In each of Candles 10, 11, and 12 of this invention, the emissions were surprisingly decreased in terms of benzene, naphthalene, and Emission Index.

Hedonic Evaluation

Candles 7-9 and the corresponding comparative candles (Controls 3-5) were evaluated for their hedonic properties.

Each candle was burnt in a controlled, isolated air chamber for 30 minutes. The hedonic characters were evaluated by an expert panel of perfumers and evaluators. The evaluation results are shown in Table 5 below.

TABLE 5
Candle	Fragrance	Hedonic Property
Candle 7	Research Fragrance 2	Cleaner, more spice, creamy
Control 3	Research Fragrance 2	Smoky, sooty
Candle 8	Research Fragrance 3	Cleaner, fresh, stronger
		fruit character
Control 4	Research Fragrance 3	Jammy, more room fill, smoky
Candle 9	Research Fragrance 4	Clean, watery, more freshness
Control 5	Research Fragrance 4	Smoky, fiery, woody

Unexpectedly, each of Candles 7-9 had a cleaner, less smoky hedonic character as compared to their comparative counterparts.

Claims

1. A wick for a candle comprising a wick support and a catalyst deposited on the wick support.

2. The wick of claim 1, wherein the wick support is formed of cotton, linen, cellulose, plastics or ceramic material, paper, hemp, wood, metal, and combination thereof.

3. The wick of claim 1, wherein the catalyst is present at a level of 0.1% to 20% by weight of the wick.

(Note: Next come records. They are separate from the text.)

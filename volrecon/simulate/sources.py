"""Fields of a fluorescent point emitter: at a mask plane, or in a microscope's pupil."""

from __future__ import annotations

import math
from typing import TYPE_CHECKING

import numpy as np

from volrecon.errors import ConfigError
from volrecon.simulate.masks import circular_aperture, grid_coordinates

if TYPE_CHECKING:
    from volrecon._typing import ComplexArray, FloatArray

__all__ = ["collection_efficiency", "pupil_field", "spherical_wave"]


def _positive(name: str, value: float) -> float:
    if not (isinstance(value, int | float) and math.isfinite(value) and value > 0):
        raise ConfigError(f"{name} must be a positive finite number; got {value!r}")
    return float(value)


def spherical_wave(shape_yx: tuple[int, int], *, distance_um: float, wavelength_um: float,
                   pixel_size_um: float, lateral_offset_yx_um: tuple[float, float] = (0.0, 0.0),
                   refractive_index: float = 1.0) -> ComplexArray:
    """Diverging spherical wave of a point source, sampled on a plane `distance_um` away.

    Parameters
    ----------
    shape_yx : tuple of int
        Grid size of the plane.
    distance_um : float
        Axial distance from the point to the plane, micrometres.
    wavelength_um : float
        Vacuum wavelength, micrometres.
    pixel_size_um : float
        Grid spacing, micrometres.
    lateral_offset_yx_um : tuple of float
        Position of the point across the axis, micrometres.
    refractive_index : float
        Index of the medium between point and plane.

    Returns
    -------
    ndarray of shape `shape_yx`, complex64
        ``exp(i k n r) / sqrt(4π r²)`` with ``r`` the distance from the point: the field of
        an isotropic source of unit power (intensity per µm² = 1 / (4π r²)).
    """
    z = _positive("distance_um", distance_um)
    k = 2.0 * np.pi / _positive("wavelength_um", wavelength_um)
    n = _positive("refractive_index", refractive_index)
    path = _spherical_path_um(shape_yx, distance_um=z, pixel_size_um=pixel_size_um,
                              lateral_offset_yx_um=lateral_offset_yx_um, refractive_index=n)
    r = path / n
    field: ComplexArray = (np.exp(1j * np.mod(k * path, 2.0 * np.pi))
                           / np.sqrt(4.0 * np.pi * r**2)).astype(np.complex64)
    return field


def collection_efficiency(numerical_aperture: float, immersion_index: float) -> float:
    """Fraction of an isotropic emitter's light inside the cone of a numerical aperture.

    ``(1 - cos θ) / 2`` with ``sin θ = NA / n``: the solid angle of the cone over 4π.
    """
    na = _positive("numerical_aperture", numerical_aperture)
    n = _positive("immersion_index", immersion_index)
    if na >= n:
        raise ConfigError(
            f"numerical_aperture {na} must be below the immersion index {n}; lower the NA")
    return 0.5 * (1.0 - math.sqrt(1.0 - (na / n) ** 2))


def pupil_field(shape_yx: tuple[int, int], *, depth_um: float, numerical_aperture: float,
                pupil_radius_um: float, wavelength_um: float, pixel_size_um: float,
                immersion_index: float = 1.33,
                lateral_offset_yx_um: tuple[float, float] = (0.0, 0.0)) -> ComplexArray:
    """Field that a point emitter in the sample produces in a microscope's pupil plane.

    Parameters
    ----------
    shape_yx : tuple of int
        Grid size of the pupil plane.
    depth_um : float
        Axial distance of the point from the focal plane, micrometres (positive: away from
        the objective).
    numerical_aperture : float
        Objective NA ``n sin θ_max``.
    pupil_radius_um : float
        Radius of the pupil on this grid, micrometres.
    wavelength_um : float
        Vacuum wavelength, micrometres.
    pixel_size_um : float
        Grid spacing, micrometres.
    immersion_index : float
        Refractive index of the sample medium (1.33 for a hydrogel or water).
    lateral_offset_yx_um : tuple of float
        Position of the point across the axis in the sample, micrometres.

    Returns
    -------
    ndarray of shape `shape_yx`, complex64
        Uniform amplitude inside the pupil, scaled so the pupil carries the
        :func:`collection_efficiency` of a unit-power emitter.

    Notes
    -----
    The objective maps each plane wave of the point's angular spectrum (its spherical wave
    written as plane waves) to one pupil position ``u``, with ``n sin θ = NA |u| / R``. A
    point at depth ``δz`` adds the propagation phase of that plane wave,
    ``k δz sqrt(n² - (NA |u| / R)²)`` (piston removed); a lateral offset ``s`` adds the tilt
    ``k (NA / R) u · s``, which moves the image by ``d NA / R · s`` on a sensor a distance
    ``d`` behind the pupil (an upright image). Apodisation of the objective is neglected.
    """
    na = _positive("numerical_aperture", numerical_aperture)
    n = _positive("immersion_index", immersion_index)
    radius = _positive("pupil_radius_um", pupil_radius_um)
    k = 2.0 * np.pi / _positive("wavelength_um", wavelength_um)
    efficiency = collection_efficiency(na, n)
    aperture = circular_aperture(shape_yx, radius_um=radius, pixel_size_um=pixel_size_um)
    path = _pupil_path_um(shape_yx, depth_um=depth_um, numerical_aperture=na,
                          pupil_radius_um=radius, pixel_size_um=pixel_size_um,
                          immersion_index=n, lateral_offset_yx_um=lateral_offset_yx_um)
    return _pupil_field(aperture, path, wavelength_um=2.0 * np.pi / k, efficiency=efficiency,
                        pixel_size_um=pixel_size_um)


def _pupil_field(aperture: FloatArray, path_um: FloatArray, *, wavelength_um: float,
                 efficiency: float, pixel_size_um: float) -> ComplexArray:
    """Pupil field from its aperture and optical path, carrying `efficiency` of unit power."""
    phase = np.mod((2.0 * np.pi / wavelength_um) * path_um, 2.0 * np.pi)
    power = float(np.sum(aperture.astype(np.float64) ** 2)) * pixel_size_um**2
    scale = math.sqrt(efficiency / power)
    field: ComplexArray = (scale * aperture * np.exp(1j * phase)).astype(np.complex64)
    return field


def _pupil_path_um(shape_yx: tuple[int, int], *, depth_um: float, numerical_aperture: float,
                   pupil_radius_um: float, pixel_size_um: float, immersion_index: float,
                   lateral_offset_yx_um: tuple[float, float]) -> FloatArray:
    """Optical path (µm) across the pupil of a point at `depth_um`: defocus plus tilt."""
    y, x = grid_coordinates(shape_yx, pixel_size_um)
    na, n = numerical_aperture, immersion_index
    sin_n = np.clip(na * np.sqrt(y**2 + x**2) / pupil_radius_um, 0.0, na)
    defocus = depth_um * (np.sqrt(n**2 - sin_n**2) - n)
    tilt = (na / pupil_radius_um) * (y * lateral_offset_yx_um[0] + x * lateral_offset_yx_um[1])
    return defocus + tilt


def _spherical_path_um(shape_yx: tuple[int, int], *, distance_um: float, pixel_size_um: float,
                       lateral_offset_yx_um: tuple[float, float],
                       refractive_index: float) -> FloatArray:
    """Optical path (µm) from a point `distance_um` away to each pixel of a plane."""
    y, x = grid_coordinates(shape_yx, pixel_size_um)
    r = np.sqrt((y - lateral_offset_yx_um[0]) ** 2 + (x - lateral_offset_yx_um[1]) ** 2
                + distance_um**2)
    return refractive_index * r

4. The wick of claim 1, wherein the catalyst is (i) a catalytic metal, or an oxide or salt thereof, or (ii) a catalytic metal deposited on a catalyst support.

5. The wick of claim 4, wherein the catalytic metal is platinum, palladium, rhodium, iridium, ruthenium, lanthanum, gold, copper, silver, calcium, magnesium, manganese, aluminum, cerium, any salt or oxide thereof, and any combination thereof; and the catalytic support is active carbon, zeolite, alumina, and any combination thereof.

6. The wick of claim 1, wherein the catalyst is platinum on carbon (Pt/C), palladium on carbon (Pd/C), platinum on zeolite, palladium on zeolite, platinum on alumina (Pt/alumina), palladium on alumina (Pd/Alumina), and aluminosilicate zeolite.

7. The wick of claim 1, wherein the wick support contains a carbon material at a level of 40% to 100% by weight of the wick support.

8. The wick of claim 1, wherein the wick is coated with wax.

9. A candle comprising (i) the wick of claim 1 and (ii) a fuel.

10. The candle of claim 9, further comprising a fragrance.

11. The candle of claim 9, further comprising an additive selecting from the group consisting of antioxidants, insect repellents, colorants, and combinations thereof.

12. The candle of claim 9, wherein the fuel is a soy wax, a paraffin wax, a palm wax, a beeswax, a hydrogenated natural oil, or a combination thereof.

13. The candle of claim 9, wherein the candle has two or more wicks.

14. The candle of claim 10, wherein the fragrance is present at a level of 0.1% to 30% by weight of the candle.

15. The candle of claim 9, wherein the candle further comprising a container as a part of the candle.

16. The candle of claim 9, wherein the candle is free-standing.